Avevo da poco compiuto 4 anni quando una scossa improvvisa sul far della sera ha letteralmente distrutto gran parte del Friuli, la mia amata regione.
Per decenni ho più volte sentito le persone dire pensa al trauma di quei poveri bambini! di fronte a ogni tipo di calamità naturale e, in cuor mio, mi sono sempre detta beh! non è poi così traumatico come possiamo pensare in età adulta. Una frase che potrà sembrare blasfema e che giustifico con il fatto di non aver perso nessuna persona cara in quella tragica notte che mi ha visto lasciare per sempre il nuovissimo appartamento in cui la mia famiglia si era trasferita da pochi mesi. Un appartamento al decimo piano, il più alto nella Pordenone di allora.
Se mi chiedete qual è il racconto che ho sentito ripetere più spesso da mia madre nel corso dell’infanzia, inizio a ripetervi per filo e per segno ogni singolo istante di quei tragici minuti. Perchè per anni lei non ha fatto altro che ricordare quella notte. Davanti ad amici di altre regioni o insieme a chi, come lei, aveva visto la morte in faccia. Spesso bisbigliando i particolari sottovoce, ignara di accendere in questo modo ancor più la curiosità delle giovani menti solo apparentemente intente in giochi spensierati accanto a lei.

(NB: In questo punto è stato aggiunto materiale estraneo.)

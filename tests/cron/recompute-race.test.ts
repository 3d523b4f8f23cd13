import { randomUUID } from "node:crypto";
import pino from "pino";
import { describe, expect, it } from "vitest";
import { recomputeCampaign, runRecompute } from "@/cron/recompute";
import { getPool } from "@/db";
import { listAnalysisDays } from "@/db/queries/analysis";
import { ingestBatch } from "@/lib/ingest/ingest-batch";
import { conversionCounts, createBareWorkspace, createWorkerCampaign, marchDay, putCounts } from "../helpers/worker-fixtures";

async function waitFor(predicate: () => boolean | Promise<boolean>, timeoutMs = 20_000) {
  const deadline = Date.now() + timeoutMs;
  while (!(await predicate())) {
    if (Date.now() > deadline) throw new Error("condition not met in time");
    await new Promise((resolve) => setTimeout(resolve, 25));
  }
}

/** A logger whose lines the test can read. */
function capturingLogger() {
  const lines: { msg?: string; campaignId?: string }[] = [];
  const logger = pino({ level: "info" }, { write: (line: string) => void lines.push(JSON.parse(line)) });
  return { logger, lines };
}

describe("an ingest in flight during a recompute", () => {
  it("is picked up by the next runRecompute(), not only by the nightly pass", async () => {
    const workspaceId = await createBareWorkspace();
    const campaign = await createWorkerCampaign({ workspaceId, createdBy: null });
    const quiet = { holdout: { units: 2000, rate: 0.05 }, treatment: { units: 2000, rate: 0.05 } };
    await putCounts(campaign, conversionCounts(2, quiet));
    expect((await recomputeCampaign(campaign.id)).days).toBe(2);
    // A third day arrives; the recompute below picks it up while a fourth day is being ingested.
    await putCounts(campaign, conversionCounts(1, quiet, 2));

    // Park the ingest inside its transaction: it has begun (its now() is taken) but waits on the
    // idempotency key's advisory lock, which this connection holds.
    const idempotencyKey = randomUUID();
    const gate = await getPool().connect();
    const events: string[] = [];
    try {
      await gate.query("select pg_advisory_lock(hashtextextended($1, 0))", [`ingest:${workspaceId}:${idempotencyKey}`]);
      const [{ pid }] = (await gate.query<{ pid: number }>("select pg_backend_pid() as pid")).rows;
      const ingest = ingestBatch({
        workspaceId,
        source: "api",
        idempotencyKey,
        rows: [
          { campaign: campaign.id, arm: "holdout", date: marchDay(3), units: 2000, conversions: 100 },
          { campaign: campaign.id, arm: "treatment", date: marchDay(3), units: 2000, conversions: 101 },
        ],
      }).then((outcome) => {
        events.push("ingest committed");
        return outcome;
      });
      await waitFor(async () => (await gate.query("select 1 from pg_stat_activity where $1 = any(pg_blocking_pids(pid))", [pid])).rowCount! > 0);

      // Recompute while the ingest is in flight: it reads the inputs without the new day, stamps
      // analyzed_at and holds its transaction open (the RECOMPUTE_HOLD_MS hook).
      const { logger, lines } = capturingLogger();
      const recompute = recomputeCampaign(campaign.id, { holdMs: 1_500, logger }).then((result) => {
        events.push("recompute committed");
        return result;
      });
      await waitFor(() => lines.some((line) => line.msg === "holding the recompute transaction open before commit" && line.campaignId === campaign.id));
      await gate.query("select pg_advisory_unlock(hashtextextended($1, 0))", [`ingest:${workspaceId}:${idempotencyKey}`]);

      const [held, ingested] = await Promise.all([recompute, ingest]);
      expect(held).toMatchObject({ recomputed: true, days: 3 });
      expect(ingested.body).toMatchObject({ accepted: 2, replaced: 0 });
      // The ingest waited for the recompute's row lock before writing.
      expect(events).toEqual(["recompute committed", "ingest committed"]);
    } finally {
      gate.release();
    }

    const next = await runRecompute({ wait: true, workspaceIds: [workspaceId] });
    expect(next.campaigns.find((c) => c.campaignId === campaign.id)).toMatchObject({ recomputed: true, days: 4 });
    expect((await listAnalysisDays(campaign.id)).map((day) => day.day)).toEqual([0, 1, 2, 3].map(marchDay));
  });
});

Per anni mi sono chiesta se il terremoto me lo ricordavo davvero o se era solo una ricostruzione mentale basata sui racconti sentiti ripetere migliaia di volte dalle persone a me più care.
Per anni ho pensato, comunque, che quella notte nefasta non avesse lasciato grossi traumi in me.

L’ho pensato fino a nove giorni fa, quando nel cuore della notte ho sentito il letto sussultare e non ho avuto dubbi … E’ IL TERREMOTO!
Sono saltata giù dal letto, gridando a Coccinello Pazzerrello prendi Samir mentre correvo verso l’ingresso. Strano, no? Una mamma pensa sempre a mettere in salvo il suo bambino, magari trasformando il proprio corpo in scudo mentre tutto il palazzo gli crolla in testa. Io invece ho pensato subito ad aprire la porta e il portoncino d’ingresso, prima che saltasse l’elettricità.
L’elettricità? vi starete chiedendo.
Si, l’elettricità! Perchè il nostro portoncino d’ingresso si apre solo elettricamente e mentre con gli occhi seguivo terrorizzata Coccinello entrare in camera di Samir, il mio dito schiacciava il pulsantino che poteva garantirci la via di fuga.

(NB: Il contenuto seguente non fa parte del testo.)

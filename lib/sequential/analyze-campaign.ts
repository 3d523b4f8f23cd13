import type { ArmTotals, Call, CampaignPlan, DailyCountRow, Interval } from "./types";
import type { HealthIssue } from "./check-daily-counts";
import type { SampleSize } from "./sample-size-two-proportions";
import { alwaysValidSequenceArrays } from "./always-valid-sequence-arrays";
import { bonferroniLevel } from "./bonferroni-level";
import { checkDailyCounts } from "./check-daily-counts";
import { dayNumber } from "./day-number";
import { decideCall } from "./decide-call";
import { dirichletMultinomialLogBayesFactorUnchecked } from "./dirichlet-multinomial-log-bayes-factor-unchecked";
import { chiSquareSurvival } from "./chi-square-survival";
import { formatDay } from "./format-day";
import { lookFractions } from "./look-fractions";
import { naivePeekingError } from "./naive-peeking-error";
import { normalizeShares } from "./normalize-shares";
import { requireFinite } from "./require-finite";
import { requireProbability } from "./require-probability";
import { requireSides } from "./require-sides";
import { sampleRatioChiSquareStatistic } from "./sample-ratio-chi-square-unchecked";
import { tauFromPlan } from "./tau-from-plan";
import { createZTestScratch, twoSampleZTestUnchecked } from "./two-sample-z-test-unchecked";
import { armTotalsProblem } from "./arm-totals-problem";
import { normalQuantile } from "./normal-distribution";

/** The holdout arm's key in every plan. */
export const HOLDOUT_ARM = "holdout";

/** Defaults of the data-health gate. */
export const HEALTH_DEFAULTS = {
  /** Dirichlet prior strength of the anytime-valid SRM test (a product choice, not from the paper). */
  srmPriorStrength: 100,
  /** SRM gate: the anytime-valid SRM p-value below this makes the call `suspect` (Kohavi et al. 2020 gate on a small p; 0.001 is common practice, no source). */
  srmSignificanceLevel: 0.001,
} as const;

/** One treatment arm's statistics on one day. Null numbers: not estimable yet (too few units). */
export interface ArmDayResult {
  readonly lift: { readonly absolute: number | null; readonly relative: number | null };
  /** Fixed-horizon z-test: pooled z and p (the naive peek before the horizon), unpooled intervals at α/k. */
  readonly fixed: {
    readonly z: number | null;
    readonly p: number | null;
    readonly ci: Interval | null;
    readonly relativeCi: Interval | null;
    /** z with the unpooled standard error (its p is left to {@link twoSampleZTest}). */
    readonly zUnpooled: number | null;
  };
  /**
   * Always-valid at α/k: the mSPRT p-value of the absolute lift and the running-intersected confidence
   * sequences of the absolute lift and of the relative lift `m_T/m_C − 1` (null without a positive
   * baseline). The call agrees with both sequences (see {@link decideCall}).
   */
  readonly sequential: { readonly p: number; readonly cs: Interval; readonly relativeCs: Interval | null };
  readonly call: Call;
}

/** One calendar day of a campaign. */
export interface DayResult {
  readonly date: string;
  /** 1 on the first day of data. */
  readonly dayNumber: number;
  /** Cumulative totals per arm. */
  readonly arms: Record<string, ArmTotals>;
  readonly health: {
    readonly ok: boolean;
    /** Issues first affecting this day. */
    readonly issues: HealthIssue[];
    readonly srm: {
      readonly chiSquare: { readonly statistic: number; readonly p: number } | null;
      readonly sequential: { readonly bayesFactor: number; readonly p: number } | null;
    };
  };
  /**
   * The arm the campaign call rests on: among the treatment arms whose own call is the campaign's
   * call, the one with the smallest always-valid p (plan order on ties); the fields below are its.
   */
  readonly leadingArm: string;
  readonly lift: ArmDayResult["lift"];
  readonly fixed: ArmDayResult["fixed"];
  readonly sequential: ArmDayResult["sequential"];
  /** Campaign-level call: suspect > harm (any arm) > lift (any arm) > flat (every arm) > horizon > collecting. */
  readonly call: Call;
  readonly byArm: Record<string, ArmDayResult>;
}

Alla fine la terra ha smesso di tremare e in strada, in camicia da notte, c’ero solo io.
Io e le mie paure.
Quelle che pensavo di non avere. Quelle che pensavo non potessero rimanere impresse, senza mai farsi sentire per decenni, nella mente di una bimba di soli 4 anni.

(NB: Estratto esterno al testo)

import { eq } from "drizzle-orm";
import { describe, expect, it } from "vitest";
import { localDay, runDigest } from "@/cron/digest";
import { recomputeCampaign } from "@/cron/recompute";
import { getDb } from "@/db";
import { DEFAULT_ALERT_RULE, updateAlertRule } from "@/db/queries/alert-rules";
import { setSubscription } from "@/db/queries/subscriptions";
import { campaigns } from "@/db/schema";
import { CALL_WORDS } from "@/lib/alerts/call-words";
import { createWorkspaceWithRoles, type TestWorkspace } from "../factories";
import { listMail } from "../helpers/mail";
import { conversionCounts, createWorkerCampaign, putCounts } from "../helpers/worker-fixtures";

const EXTRA = "growth-alerts@northwind-outfitters.example";

async function digestsTo(email: string) {
  return (await listMail()).filter((mail) => mail.envelopeTo.includes(email.toLowerCase()) && (mail.messageId ?? "").startsWith("<digest-"));
}

/** A workspace with two running campaigns (one lifting, one quiet), a paused one, and the viewer subscribed to the quiet one. */
async function workspaceWithCampaigns(): Promise<{ workspace: TestWorkspace; running: { name: string; call: keyof typeof CALL_WORDS }[]; paused: string }> {
  const workspace = await createWorkspaceWithRoles("Northwind Outfitters");
  const lifting = await createWorkerCampaign({ workspaceId: workspace.id, createdBy: workspace.marketer.id, name: "Trail shoe spring e-mail" });
  await putCounts(lifting, conversionCounts(6, { holdout: { units: 2000, rate: 0.05 }, treatment: { units: 2000, rate: 0.066 } }));
  const quiet = await createWorkerCampaign({ workspaceId: workspace.id, createdBy: workspace.marketer.id, name: "Rain jacket push test" });
  await putCounts(quiet, conversionCounts(3, { holdout: { units: 2000, rate: 0.05 }, treatment: { units: 2000, rate: 0.05 } }));
  const paused = await createWorkerCampaign({ workspaceId: workspace.id, createdBy: workspace.marketer.id, name: "Tent weekend promo" });
  await getDb().update(campaigns).set({ status: "paused" }).where(eq(campaigns.id, paused.id));
  const liftCall = (await recomputeCampaign(lifting.id)).call!;
  const quietCall = (await recomputeCampaign(quiet.id)).call!;
  expect([liftCall, quietCall]).toEqual(["lift", "collecting"]);
  await setSubscription(quiet.id, workspace.viewer.id, true);
  return {
    workspace,
    // The digest lists running campaigns by name.
    running: [
      { name: "Rain jacket push test", call: quietCall },
      { name: "Trail shoe spring e-mail", call: liftCall },
    ],
    paused: paused.name,
  };
}

describe("the daily digest", () => {
  it("mails each follower once a day, listing every running campaign's call; a re-run the same day sends nothing new", async () => {
    const { workspace, running, paused } = await workspaceWithCampaigns();
    await updateAlertRule({ workspaceId: workspace.id, ...DEFAULT_ALERT_RULE, extraRecipients: [EXTRA], dailyDigest: true });
    const morning = new Date("2026-12-02T07:00:00Z");

    const first = await runDigest({ workspaceIds: [workspace.id], now: morning, wait: true });
    expect(first).toEqual({ ran: true, workspaces: 1, sent: 4, failed: 0 });
    // Admins and leads by role, the marketer as creator, the viewer as a subscriber.
    for (const member of [workspace.admin, workspace.lead, workspace.marketer, workspace.viewer]) {
      const mails = await digestsTo(member.email);
      expect(mails, member.email).toHaveLength(1);
      const [mail] = mails;
      expect(mail.subject).toBe(`Northwind Outfitters: 2 running campaigns on ${localDay(morning, "UTC")}`);
      const listed = mail.text.split("\n").filter((line) => line.startsWith("- "));
      expect(listed.map((line) => line.slice(2, line.indexOf(" (")))).toEqual(running.map((campaign) => `${campaign.name}: ${CALL_WORDS[campaign.call].phrase}`));
      expect(mail.text).not.toContain(paused);
    }
    // Extra addresses get alerts, not the digest (it goes to people who follow campaigns).
    expect(await digestsTo(EXTRA)).toHaveLength(0);

    const again = await runDigest({ workspaceIds: [workspace.id], now: new Date("2026-12-02T19:00:00Z"), wait: true });
    expect(again).toEqual({ ran: true, workspaces: 1, sent: 0, failed: 0 });
    for (const member of [workspace.admin, workspace.lead, workspace.marketer, workspace.viewer]) expect(await digestsTo(member.email)).toHaveLength(1);

    const nextDay = await runDigest({ workspaceIds: [workspace.id], now: new Date("2026-12-03T07:00:00Z"), wait: true });
    expect(nextDay.sent).toBe(4);
    expect(await digestsTo(workspace.viewer.email)).toHaveLength(2);
  });

  it("sends nothing when the rules turn the digest off (the default), or once they turn it off again", async () => {
    const { workspace } = await workspaceWithCampaigns();
    const morning = new Date("2026-12-02T07:00:00Z");
    expect(await runDigest({ workspaceIds: [workspace.id], now: morning, wait: true })).toEqual({ ran: true, workspaces: 0, sent: 0, failed: 0 });

    await updateAlertRule({ workspaceId: workspace.id, ...DEFAULT_ALERT_RULE, dailyDigest: true });
    await updateAlertRule({ workspaceId: workspace.id, ...DEFAULT_ALERT_RULE, dailyDigest: false });
    expect(await runDigest({ workspaceIds: [workspace.id], now: morning, wait: true })).toEqual({ ran: true, workspaces: 0, sent: 0, failed: 0 });
    for (const member of [workspace.admin, workspace.lead, workspace.marketer, workspace.viewer]) expect(await digestsTo(member.email)).toHaveLength(0);
  });
});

Alla fine sono rientrata in casa e dopo pochi minuti Coccinello ha iniziato a russare mentre io mi rigiravo da una parte e dall’altra.
A occhi chiusi, ma con la mente aperta su immagini che hanno iniziato lentamente a riaffiorare.

Prima su tutte il buio.
Il buio che ci ha avvolto mentre scendavamo a piedi lungo dieci rampe di scale piene di calcinacci. Mio fratello di due anni in braccio a non so chi e io che volevo andare per i fatti miei mentre una mano mi tratteneva e infondeva coraggio.
L’avete capito perchè il mio primo pensiero è stata l’elettricità? Ci ho impiegato 36 anni, ma alla fine ci sono arrivata anch’io …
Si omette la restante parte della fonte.